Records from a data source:
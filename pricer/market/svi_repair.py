"""Butterfly arbitrage of one slice: where it is, and the nearest slice without it."""

from __future__ import annotations

import math
from dataclasses import replace

import numpy as np
from numpy.typing import NDArray
from scipy.optimize import minimize_scalar

from pricer.market.corrected_slice import CorrectedSlice, Slice
from pricer.market.svi import JumpWings, SviSlice

Array = NDArray[np.float64]

#: Points per side of the search for the least g; the minimum between them is then refined.
_POINTS = 301
#: A g below 0 by no more than this is rounding.
TOLERANCE = 1e-10


def least_butterfly(smile: Slice, reach: float, interesting: float = math.inf) -> tuple[float, float]:
    """(k, g) where g is least within ``reach`` of the forward in log-moneyness.

    Found to the grid's spacing only, where g is above ``interesting`` on all of a dense grid.
    """
    k = _points(smile, reach)
    g = smile.butterfly(k)
    i = int(np.argmin(g))
    left, right = k[max(i - 1, 0)], k[min(i + 1, k.size - 1)]
    if g[i] == 1.0 == g.max():
        return 0.0, 1.0
    if g[i] > interesting:
        return float(k[i]), float(g[i])
    found = minimize_scalar(lambda at: float(smile.butterfly(at)), bounds=(left, right), method="bounded")
    return (float(found.x), float(found.fun)) if found.fun < g[i] else (float(k[i]), float(g[i]))


def is_butterfly_free(smile: Slice, reach: float) -> bool:
    """Whether g >= 0 within ``reach``, on a grid dense at the forward and at the slice's own centre."""
    return bool(np.all(smile.butterfly(_points(smile, reach)) >= -TOLERANCE))


def repaired(smile: SviSlice, time: float, reach: float) -> SviSlice:
    """A slice without butterfly arbitrage within ``reach``, with the variance, skew and put wing of ``smile``.

    Gatheral & Jacquier (2014), section 5.1: the call wing ``c' = p + 2 psi`` and least variance
    ``v~' = v 4 p c' / (p + c')^2`` always do. Between the given pair (c, v~) and this one, the pair that
    moves total variance least near the forward is taken. Where the put wing itself is too steep both wings are
    scaled to Lee's bound first; ``smile`` is returned if it has no arbitrage.
    """
    if is_butterfly_free(smile, reach):
        return smile
    smile = _within_lee(smile)
    jw = smile.jump_wings(time)
    safe_call = max(jw.put_wing + 2.0 * jw.skew, 0.0)
    safe_least = jw.variance * 4.0 * jw.put_wing * safe_call / (jw.put_wing + safe_call) ** 2
    near = np.linspace(-2.0, 2.0, 41) * math.sqrt(jw.variance * time)
    kept = smile.total_variance(near)
    best, distance = SviSlice.flat(jw.variance * time), math.inf
    for share in np.linspace(0.0, 1.0, 9):
        least = jw.minimum_variance + share * (safe_least - jw.minimum_variance)
        found = _nearest_call_wing(replace(jw, minimum_variance=float(least)), safe_call, reach)
        if found is not None:
            moved = float(np.sum((found.total_variance(near) - kept) ** 2))
            if moved < distance:
                best, distance = found, moved
    return best


def _nearest_call_wing(jw: JumpWings, safe: float, reach: float) -> SviSlice | None:
    """The slice whose call wing is as near to the given one, between it and ``safe``, as g >= 0 allows."""
    good, bad = 1.0, 0.0
    found = _candidate(jw, safe, reach)
    if found is None:
        return None
    for _ in range(30):
        share = 0.5 * (good + bad)
        slice_ = _candidate(jw, jw.call_wing + share * (safe - jw.call_wing), reach)
        if slice_ is None:
            bad = share
        else:
            good, found = share, slice_
    return found


def _candidate(jw: JumpWings, call_wing: float, reach: float) -> SviSlice | None:
    try:
        smile = SviSlice.from_jump_wings(replace(jw, call_wing=call_wing))
    except (ValueError, ZeroDivisionError):
        return None
    return smile if is_butterfly_free(smile, reach) else None


def _within_lee(smile: SviSlice) -> SviSlice:
    """The slice with its level at the forward kept and its steeper wing brought to a slope below 2."""
    steepest = max(smile.wings)
    if steepest <= 1.98:
        return smile
    b = smile.b * 1.98 / steepest
    flatter = replace(smile, b=b, a=max(smile.a, 0.0))
    shift = float(smile.total_variance(0.0)) - float(flatter.total_variance(0.0))
    return replace(flatter, a=flatter.a + max(shift, 0.0))


def _points(smile: Slice, reach: float) -> Array:
    if isinstance(smile, CorrectedSlice):
        inner = np.linspace(max(smile.start, -reach), min(smile.end, reach), 4 * smile.coefficients.size + 13)
        return np.union1d(_points(smile.base, reach), inner)
    bend = np.sinh(np.linspace(-6.0, 6.0, _POINTS)) / math.sinh(6.0)
    centre = smile.m + 20.0 * smile.sigma * bend
    out: Array = np.unique(np.concatenate([reach * bend, centre[np.abs(centre) <= reach]]))
    return out
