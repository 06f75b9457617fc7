"""Whether a trade that pays in another currency than its underlyings' says how, and the market knows the rates."""

from __future__ import annotations

from collections.abc import Iterator

from pricer.contracts.book import Trade
from pricer.core.issues import Issue
from pricer.market.findings import Locate, error, warning
from pricer.market.market import Market


def conversion_coverage(trade: Trade, market: Market, place: Locate) -> Iterator[Issue]:
    """Issues of the trade's ``conversion``; silent about underlyings and currencies that the market does not know."""
    contract = trade.contract
    if (trade.currency, "") not in market.curves:
        return
    known = [market.underlyings[name] for name in dict.fromkeys(contract.underlyings) if name in market.underlyings]
    foreign = [underlying for underlying in known if underlying.currency != trade.currency]
    if contract.conversion is None:
        for underlying in foreign:
            yield error(
                place(f"underlying:{underlying.underlying_id}"),
                "other-currency",
                f'underlying "{underlying.underlying_id}", quoted in {underlying.currency}, in a trade in '
                f"{trade.currency}",
                "underlyings quoted in the trade's currency, or a conversion",
                f"Correct the trade's currency if it is {underlying.currency}, or set its conversion to quanto or "
                "composite.",
            )
        return
    if not foreign and len(known) == len(set(contract.underlyings)):
        yield warning(
            place("conversion"),
            "idle-conversion",
            f"conversion {contract.conversion}, though every underlying is quoted in {trade.currency}",
            "a conversion where currencies differ",
            "It changes nothing. Clear the cell, or correct the trade's currency.",
        )
    for currency in dict.fromkeys(underlying.currency for underlying in foreign):
        yield from _rate(trade, market, currency, place)


def _rate(trade: Trade, market: Market, currency: str, place: Locate) -> Iterator[Issue]:
    """What a conversion needs of one exchange rate: its curves, volatility and correlations."""
    pair = currency + trade.currency
    here = place("conversion") or place("currency")
    if (currency, "") not in market.curves:
        yield error(
            here,
            "no-standard-curve",
            f"currency {currency} of an underlying, which has no standard discount curve",
            f"a curve of {currency} with empty collateral, from which forwards come",
            f"Add a curve of {currency} with empty collateral to the curves table.",
        )
        return
    try:
        market.fx.rate(currency, trade.currency)
        factors = market.fx.log_factors(currency, trade.currency)
    except (LookupError, ValueError):
        yield error(
            here,
            "no-fx-volatility",
            f"a {trade.contract.conversion} trade from {currency} to {trade.currency}, whose rate has no volatility",
            f"the rate of {pair} and its volatility, or a chain of pairs that have both",
            f"Add {pair} to the tables fx, fx_volatilities and correlations of the market.",
        )
        return
    held = market.correlation
    missing = [name for name in factors if held is None or (name not in held and name[3:] + name[:3] not in held)]
    for name in missing:
        yield error(
            here,
            "no-fx-correlation",
            f"a {trade.contract.conversion} trade from {currency} to {trade.currency}, and no correlations of {name}",
            "the exchange rate's correlations with the trade's underlyings",
            f'Add a row and a column "{name}" to the correlations table of the market.',
        )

__ASSIGNMENT__:
Each line must be set down again exactly as above, with no line omitted.

__YOUR SOLUTION__:
filename pricer/market/svi_repair.py
"""Butterfly arbitrage of one slice: where it is, and the nearest slice without it."""

from __future__ import annotations

import math
from dataclasses import replace

import numpy as np
from numpy.typing import NDArray
from scipy.optimize import minimize_scalar

from pricer.market.corrected_slice import CorrectedSlice, Slice
from pricer.market.svi import JumpWings, SviSlice

Array = NDArray[np.float64]

#: Points per side of the search for the least g; the minimum between them is then refined.
_POINTS = 301
#: A g below 0 by no more than this is rounding.
TOLERANCE = 1e-10


def least_butterfly(smile: Slice, reach: float, interesting: float = math.inf) -> tuple[float, float]:
    """(k, g) where g is least within ``reach`` of the forward in log-moneyness.

    Found to the grid's spacing only, where g is above ``interesting`` on all of a dense grid.
    """
    k = _points(smile, reach)
    g = smile.butterfly(k)
    i = int(np.argmin(g))
    left, right = k[max(i - 1, 0)], k[min(i + 1, k.size - 1)]
    if g[i] == 1.0 == g.max():
        return 0.0, 1.0
    if g[i] > interesting:
        return float(k[i]), float(g[i])
    found = minimize_scalar(lambda at: float(smile.butterfly(at)), bounds=(left, right), method="bounded")
    return (float(found.x), float(found.fun)) if found.fun < g[i] else (float(k[i]), float(g[i]))


def is_butterfly_free(smile: Slice, reach: float) -> bool:
    """Whether g >= 0 within ``reach``, on a grid dense at the forward and at the slice's own centre."""
    return bool(np.all(smile.butterfly(_points(smile, reach)) >= -TOLERANCE))


def repaired(smile: SviSlice, time: float, reach: float) -> SviSlice:
    """A slice without butterfly arbitrage within ``reach``, with the variance, skew and put wing of ``smile``.

    Gatheral & Jacquier (2014), section 5.1: the call wing ``c' = p + 2 psi`` and least variance
    ``v~' = v 4 p c' / (p + c')^2`` always do. Between the given pair (c, v~) and this one, the pair that
    moves total variance least near the forward is taken. Where the put wing itself is too steep both wings are
    scaled to Lee's bound first; ``smile`` is returned if it has no arbitrage.
    """
    if is_butterfly_free(smile, reach):
        return smile
    smile = _within_lee(smile)
    jw = smile.jump_wings(time)
    safe_call = max(jw.put_wing + 2.0 * jw.skew, 0.0)
    safe_least = jw.variance * 4.0 * jw.put_wing * safe_call / (jw.put_wing + safe_call) ** 2
    near = np.linspace(-2.0, 2.0, 41) * math.sqrt(jw.variance * time)
    kept = smile.total_variance(near)
    best, distance = SviSlice.flat(jw.variance * time), math.inf
    for share in np.linspace(0.0, 1.0, 9):
        least = jw.minimum_variance + share * (safe_least - jw.minimum_variance)
        found = _nearest_call_wing(replace(jw, minimum_variance=float(least)), safe_call, reach)
        if found is not None:
            moved = float(np.sum((found.total_variance(near) - kept) ** 2))
            if moved < distance:
                best, distance = found, moved
    return best


def _nearest_call_wing(jw: JumpWings, safe: float, reach: float) -> SviSlice | None:
    """The slice whose call wing is as near to the given one, between it and ``safe``, as g >= 0 allows."""
    good, bad = 1.0, 0.0
    found = _candidate(jw, safe, reach)
    if found is None:
        return None
    for _ in range(30):
        share = 0.5 * (good + bad)
        slice_ = _candidate(jw, jw.call_wing + share * (safe - jw.call_wing), reach)
        if slice_ is None:
            bad = share
        else:
            good, found = share, slice_
    return found


def _candidate(jw: JumpWings, call_wing: float, reach: float) -> SviSlice | None:
    try:
        smile = SviSlice.from_jump_wings(replace(jw, call_wing=call_wing))
    except (ValueError, ZeroDivisionError):
        return None
    return smile if is_butterfly_free(smile, reach) else None


def _within_lee(smile: SviSlice) -> SviSlice:
    """The slice with its level at the forward kept and its steeper wing brought to a slope below 2."""
    steepest = max(smile.wings)
    if steepest <= 1.98:
        return smile
    b = smile.b * 1.98 / steepest
    flatter = replace(smile, b=b, a=max(smile.a, 0.0))
    shift = float(smile.total_variance(0.0)) - float(flatter.total_variance(0.0))
    return replace(flatter, a=flatter.a + max(shift, 0.0))


def _points(smile: Slice, reach: float) -> Array:
    if isinstance(smile, CorrectedSlice):
        inner = np.linspace(max(smile.start, -reach), min(smile.end, reach), 4 * smile.coefficients.size + 13)
        return np.union1d(_points(smile.base, reach), inner)
    bend = np.sinh(np.linspace(-6.0, 6.0, _POINTS)) / math.sinh(6.0)
    centre = smile.m + 20.0 * smile.sigma * bend
    out: Array = np.unique(np.concatenate([reach * bend, centre[np.abs(centre) <= reach]]))
    return out
repository 06f75b9457617fc7
"""Whether a trade that pays in another currency than its underlyings' says how, and the market knows the rates."""

from __future__ import annotations

from collections.abc import Iterator

from pricer.contracts.book import Trade
from pricer.core.issues import Issue
from pricer.market.findings import Locate, error, warning
from pricer.market.market import Market


def conversion_coverage(trade: Trade, market: Market, place: Locate) -> Iterator[Issue]:
    """Issues of the trade's ``conversion``; silent about underlyings and currencies that the market does not know."""
    contract = trade.contract
    if (trade.currency, "") not in market.curves:
        return
    known = [market.underlyings[name] for name in dict.fromkeys(contract.underlyings) if name in market.underlyings]
    foreign = [underlying for underlying in known if underlying.currency != trade.currency]
    if contract.conversion is None:
        for underlying in foreign:
            yield error(
                place(f"underlying:{underlying.underlying_id}"),
                "other-currency",
                f'underlying "{underlying.underlying_id}", quoted in {underlying.currency}, in a trade in '
                f"{trade.currency}",
                "underlyings quoted in the trade's currency, or a conversion",
                f"Correct the trade's currency if it is {underlying.currency}, or set its conversion to quanto or "
                "composite.",
            )
        return
    if not foreign and len(known) == len(set(contract.underlyings)):
        yield warning(
            place("conversion"),
            "idle-conversion",
            f"conversion {contract.conversion}, though every underlying is quoted in {trade.currency}",
            "a conversion where currencies differ",
            "It changes nothing. Clear the cell, or correct the trade's currency.",
        )
    for currency in dict.fromkeys(underlying.currency for underlying in foreign):
        yield from _rate(trade, market, currency, place)


def _rate(trade: Trade, market: Market, currency: str, place: Locate) -> Iterator[Issue]:
    """What a conversion needs of one exchange rate: its curves, volatility and correlations."""
    pair = currency + trade.currency
    here = place("conversion") or place("currency")
    if (currency, "") not in market.curves:
        yield error(
            here,
            "no-standard-curve",
            f"currency {currency} of an underlying, which has no standard discount curve",
            f"a curve of {currency} with empty collateral, from which forwards come",
            f"Add a curve of {currency} with empty collateral to the curves table.",
        )
        return
    try:
        market.fx.rate(currency, trade.currency)
        factors = market.fx.log_factors(currency, trade.currency)
    except (LookupError, ValueError):
        yield error(
            here,
            "no-fx-volatility",
            f"a {trade.contract.conversion} trade from {currency} to {trade.currency}, whose rate has no volatility",
            f"the rate of {pair} and its volatility, or a chain of pairs that have both",
            f"Add {pair} to the tables fx, fx_volatilities and correlations of the market.",
        )
        return
    held = market.correlation
    missing = [name for name in factors if held is None or (name not in held and name[3:] + name[:3] not in held)]
    for name in missing:
        yield error(
            here,
            "no-fx-correlation",
            f"a {trade.contract.conversion} trade from {currency} to {trade.currency}, and no correlations of {name}",
            "the exchange rate's correlations with the trade's underlyings",
            f'Add a row and a column "{name}" to the correlations table of the market.',
        )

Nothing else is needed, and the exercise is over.